---------- Extracted material ----------

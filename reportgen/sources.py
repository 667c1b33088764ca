"""Read data files into period-indexed tables, with every problem reported, nothing dropped.

A dataset is a CSV file with one date column and numeric columns. Dates are parsed by
reportgen's own rules (``2011``, ``2011Q1``/``2011-Q1``, ``2011-03``, ``2011-03-14``), put on a
``PeriodIndex`` of the declared or inferred frequency, sorted, and checked for duplicates and
gaps. Cells are parsed as numbers column by column, only for the columns a series uses; a
non-numeric cell is an error naming its line, column and value. Empty cells before a column's
first value or after its last are that series' span; empty cells inside it are an error.
"""

from __future__ import annotations

import csv
import datetime
import hashlib
import io
import itertools
import math
import re
from collections.abc import Iterable, Mapping
from dataclasses import dataclass
from pathlib import Path

import numpy as np
import pandas as pd

from reportgen.errors import DataError, Location
from reportgen.periods import period_label

_PANDAS_FREQ = {"annual": "Y", "quarterly": "Q", "monthly": "M", "weekly": "W-SUN", "daily": "D"}
_PATTERNS: tuple[tuple[str, re.Pattern[str]], ...] = (
    ("annual", re.compile(r"^(\d{4})$")),
    ("quarterly", re.compile(r"^(\d{4})-?[Qq]([1-4])$")),
    ("monthly", re.compile(r"^(\d{4})-(\d{1,2})$")),
    ("date", re.compile(r"^(\d{4})-(\d{1,2})-(\d{1,2})$")),
)
_MISSING = {"", "na", "n/a", "nan", "null", "none", "-", "."}
#: How many offending rows an error message lists before summarising.
LISTED = 8


@dataclass(frozen=True, slots=True)
class Table:
    """A dataset as read: its raw text cells on a period index, plus what the file was."""

    name: str
    path: Path
    display_path: str
    raw: bytes
    index_column: str
    frequency: str
    frequency_source: str
    periods: pd.PeriodIndex
    lines: tuple[int, ...]  # the file line of each row, in period order
    cells: Mapping[str, tuple[str, ...]]  # column -> text cells in period order
    notes: tuple[str, ...]

    def column(self, name: str, where: Location) -> pd.Series:
        """A column as numbers over its span; errors name the line, the column and the value."""
        if name not in self.cells:
            raise DataError(f"dataset '{self.name}' ({self.display_path}) has no column '{name}'", location=where,
                            hint=f"columns: {', '.join(self.cells)}")
        texts = self.cells[name]
        values = np.full(len(texts), np.nan)
        bad: list[str] = []
        for position, text in enumerate(texts):
            stripped = text.strip()
            if stripped.lower() in _MISSING:
                continue
            try:
                # Python's float() accepts "1_000"; a data cell with an underscore is not a number.
                number = float(stripped.replace("_", "x"))
            except ValueError:
                bad.append(f"line {self.lines[position]} ({period_label(self.periods[position])}): {text!r}")
                continue
            if not math.isfinite(number):
                bad.append(f"line {self.lines[position]} ({period_label(self.periods[position])}): {text!r}")
                continue
            values[position] = number
        if bad:
            raise DataError(f"column '{name}' of {self.display_path} has non-numeric cells: {_listing(bad)}",
                            location=where, hint="fix or remove those cells; leave a cell empty for a missing value")
        present = np.flatnonzero(~np.isnan(values))
        if present.size == 0:
            raise DataError(f"column '{name}' of {self.display_path} holds no numbers", location=where,
                            hint="check the column name and the file")
        first, last = int(present[0]), int(present[-1])
        inner = np.flatnonzero(np.isnan(values[first:last + 1])) + first
        if inner.size:
            missing = [f"line {self.lines[i]} ({period_label(self.periods[i])})" for i in inner]
            raise DataError(f"column '{name}' of {self.display_path} has empty cells inside its span: "
                            f"{_listing(missing)}", location=where,
                            hint="fill the gaps in the data; reportgen never closes interior gaps silently")
        return pd.Series(values[first:last + 1], index=self.periods[first:last + 1], name=name)


def _listing(items: list[str]) -> str:
    shown = "; ".join(items[:LISTED])
    return shown if len(items) <= LISTED else f"{shown}; and {len(items) - LISTED} more"


def _date_kind(text: str) -> tuple[str, tuple[int, ...]] | None:
    """The form of a date label and its parts, or None when it is not a valid date."""
    for kind, pattern in _PATTERNS:
        match = pattern.match(text.strip())
        if match:
            parts = tuple(int(group) for group in match.groups())
            if kind in {"monthly", "date"} and not 1 <= parts[1] <= 12:
                return None
            if kind == "date":
                try:
                    datetime.date(*parts)
                except ValueError:
                    return None
            return kind, parts
    return None


def _to_period(kind: str, parts: tuple[int, ...], frequency: str, how: str = "start") -> pd.Period:
    """Place a parsed date label in a period of the target frequency.

    A coarser label (a year in a monthly calendar) maps to its first period, or its last with
    ``how="end"``; a finer one (a date in a monthly calendar) maps to the period holding it.
    """
    target = _PANDAS_FREQ[frequency]
    if kind == "annual":
        period = pd.Period(year=parts[0], freq="Y")
    elif kind == "quarterly":
        period = pd.Period(year=parts[0], quarter=parts[1], freq="Q")
    elif kind == "monthly":
        period = pd.Period(year=parts[0], month=parts[1], freq="M")
    else:
        return pd.Period(pd.Timestamp(year=parts[0], month=parts[1], day=parts[2]), freq=target)
    return period if period.freqstr == pd.Period("2000", freq=target).freqstr else period.asfreq(target, how=how)


_RANK = {"annual": 0, "quarterly": 1, "monthly": 2, "weekly": 3, "daily": 4}


def _infer_frequency(kinds: set[str], dates: list[pd.Timestamp]) -> str | None:
    if kinds == {"annual"}:
        return "annual"
    if kinds == {"quarterly"}:
        return "quarterly"
    if kinds == {"monthly"}:
        return "monthly"
    if kinds == {"date"} and len(dates) >= 2:
        ordered = sorted(set(dates))
        steps = {(later - earlier).days for earlier, later in itertools.pairwise(ordered)}
        if steps <= {1}:
            return "daily"
        if steps <= {7}:
            return "weekly"
        months = {(later.year - earlier.year) * 12 + later.month - earlier.month
                  for earlier, later in itertools.pairwise(ordered)}
        if months <= {1}:
            return "monthly"
        if months <= {3}:
            return "quarterly"
        if months <= {12}:
            return "annual"
    return None


def read_table(name: str, path: Path, display_path: str, index_column: str, declared: str | None,
               where: Location, index_where: Location) -> Table:
    """Read a CSV dataset; every problem raises a :class:`DataError` naming file, line and value."""
    try:
        raw = path.read_bytes()
    except FileNotFoundError:
        raise DataError(f"data file not found: {display_path}", location=where,
                        hint="paths are relative to the manifest's folder") from None
    except IsADirectoryError:
        raise DataError(f"{display_path} is a folder, not a data file", location=where) from None
    except OSError as error:
        raise DataError(f"cannot read {display_path}: {error.strerror}", location=where) from None
    try:
        text = raw.decode("utf-8-sig")
    except UnicodeDecodeError as error:
        raise DataError(f"{display_path} is not UTF-8 text (byte {error.start})", location=where,
                        hint="save the file as UTF-8 (CSV UTF-8 in a spreadsheet program)") from None
    rows = list(csv.reader(io.StringIO(text, newline="")))
    while rows and not any(cell.strip() for cell in rows[-1]):
        rows.pop()
    if not rows:
        raise DataError(f"{display_path} is empty", location=where)
    header = [cell.strip() for cell in rows[0]]
    if index_column not in header:
        raise DataError(f"{display_path} has no column '{index_column}' to use as the date index",
                        location=index_where, hint=f"columns in the file: {', '.join(header)}")
    duplicated = sorted({column for column in header if header.count(column) > 1})
    if duplicated:
        raise DataError(f"{display_path} repeats column name(s) {', '.join(duplicated)} in its header",
                        location=Location(display_path, 1), hint="give every column its own name")
    body = rows[1:]
    if not body:
        raise DataError(f"{display_path} has a header but no rows", location=where)
    position = header.index(index_column)
    parsed: list[tuple[str, tuple[int, ...]]] = []
    unparsable: list[str] = []
    ragged: list[str] = []
    for line_number, row in enumerate(body, start=2):
        if len(row) != len(header):
            ragged.append(f"line {line_number} has {len(row)} fields, the header {len(header)}")
            continue
        kind = _date_kind(row[position])
        if kind is None:
            unparsable.append(f"line {line_number}: {row[position]!r}")
        else:
            parsed.append(kind)
    if ragged:
        raise DataError(f"{display_path}: {_listing(ragged)}", location=Location(display_path),
                        hint="every row needs one field per column")
    if unparsable:
        raise DataError(f"column '{index_column}' of {display_path} has dates reportgen cannot read: "
                        f"{_listing(unparsable)}", location=Location(display_path),
                        hint="write dates as 2011, 2011Q1, 2011-03 or 2011-03-14")
    kinds = {kind for kind, _ in parsed}
    timestamps = [pd.Timestamp(year=p[0], month=p[1], day=p[2]) for kind, p in parsed if kind == "date"]
    frequency = declared or _infer_frequency(kinds, timestamps)
    if frequency is None:
        raise DataError(f"cannot infer the frequency of {display_path} (date forms: {', '.join(sorted(kinds))})",
                        location=where, hint="declare it: frequency: annual|quarterly|monthly|weekly|daily")
    coarsest = {"annual": "annual", "quarterly": "quarterly", "monthly": "monthly", "date": "daily"}
    too_coarse = [kind for kind in kinds if _RANK[coarsest[kind]] < _RANK[frequency]]
    if too_coarse:
        raise DataError(f"{display_path} is declared {frequency} but has {too_coarse[0]} date labels",
                        location=where, hint="declare the frequency the dates carry")
    periods = [_to_period(kind, parts, frequency) for kind, parts in parsed]
    lines = list(range(2, 2 + len(body)))
    notes: list[str] = []
    seen: dict[pd.Period, int] = {}
    duplicates: list[str] = []
    for period, line in zip(periods, lines, strict=True):
        if period in seen:
            duplicates.append(f"{period_label(period)} on lines {seen[period]} and {line}")
        else:
            seen[period] = line
    if duplicates:
        raise DataError(f"{display_path} has more than one row for a period: {_listing(duplicates)}",
                        location=Location(display_path),
                        hint=f"keep one row per period (the dataset is {frequency})")
    order = sorted(range(len(periods)), key=lambda i: periods[i])
    if order != list(range(len(periods))):
        notes.append(f"rows of {display_path} were not in date order; reportgen sorted them")
    index = pd.PeriodIndex([periods[i] for i in order], freq=_PANDAS_FREQ[frequency])
    full = pd.period_range(index[0], index[-1], freq=index.freq)
    if len(full) != len(index):
        missing = [period_label(period) for period in full.difference(index)]
        raise DataError(f"{display_path} skips {len(missing)} period(s) of its {frequency} calendar: "
                        f"{_listing(missing)}", location=Location(display_path),
                        hint="add rows for those periods (empty cells are allowed at a column's start or end)")
    cells = {column: tuple(body[i][k] for i in order) for k, column in enumerate(header) if column != index_column}
    return Table(name=name, path=path, display_path=display_path, raw=raw, index_column=index_column,
                 frequency=frequency, frequency_source="declared" if declared else "inferred", periods=index,
                 lines=tuple(lines[i] for i in order), cells=cells, notes=tuple(notes))


def canonical_table_hash(table: Table, columns: Iterable[str] | None = None) -> str:
    """SHA-256 of the table's numbers in a canonical form, so a re-saved file hashes the same.

    The canonical form is one line per period, ``label,value,value...``, values written with
    ``repr`` of the parsed float (empty for missing), columns in sorted order.
    """
    names = sorted(columns if columns is not None else table.cells)
    digest = hashlib.sha256()
    digest.update(("period," + ",".join(names) + "\n").encode())
    for position, period in enumerate(table.periods):
        fields = [period_label(period)]
        for name in names:
            text = table.cells[name][position].strip()
            try:
                fields.append(repr(float(text)) if text.lower() not in _MISSING else "")
            except ValueError:
                fields.append(text)
        digest.update((",".join(fields) + "\n").encode())
    return digest.hexdigest()


def pandas_frequency(frequency: str) -> str:
    """The pandas period alias of one of reportgen's frequencies."""
    return _PANDAS_FREQ[frequency]


def parse_period(text: str, frequency: str, how: str = "start") -> pd.Period | None:
    """A period label from a manifest (``2010-01``, ``2010Q1``) in the given frequency, or None.

    A coarser label maps to its first period (``how="start"``) or its last (``how="end"``).
    """
    kind = _date_kind(str(text))
    if kind is None:
        return None
    try:
        return _to_period(kind[0], kind[1], frequency, how)
    except ValueError:
        return None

----------

_What to work on:_ The first line of the records and every line down to the line with "for duplicates and" must be quoted exactly; leave out all else.

_Task solution:_
filename reportgen/sources.py
repository 667c1b33088764ca
"""Read data files into period-indexed tables, with every problem reported, nothing dropped.

A dataset is a CSV file with one date column and numeric columns. Dates are parsed by
reportgen's own rules (``2011``, ``2011Q1``/``2011-Q1``, ``2011-03``, ``2011-03-14``), put on a
``PeriodIndex`` of the declared or inferred frequency, sorted, and checked for duplicates and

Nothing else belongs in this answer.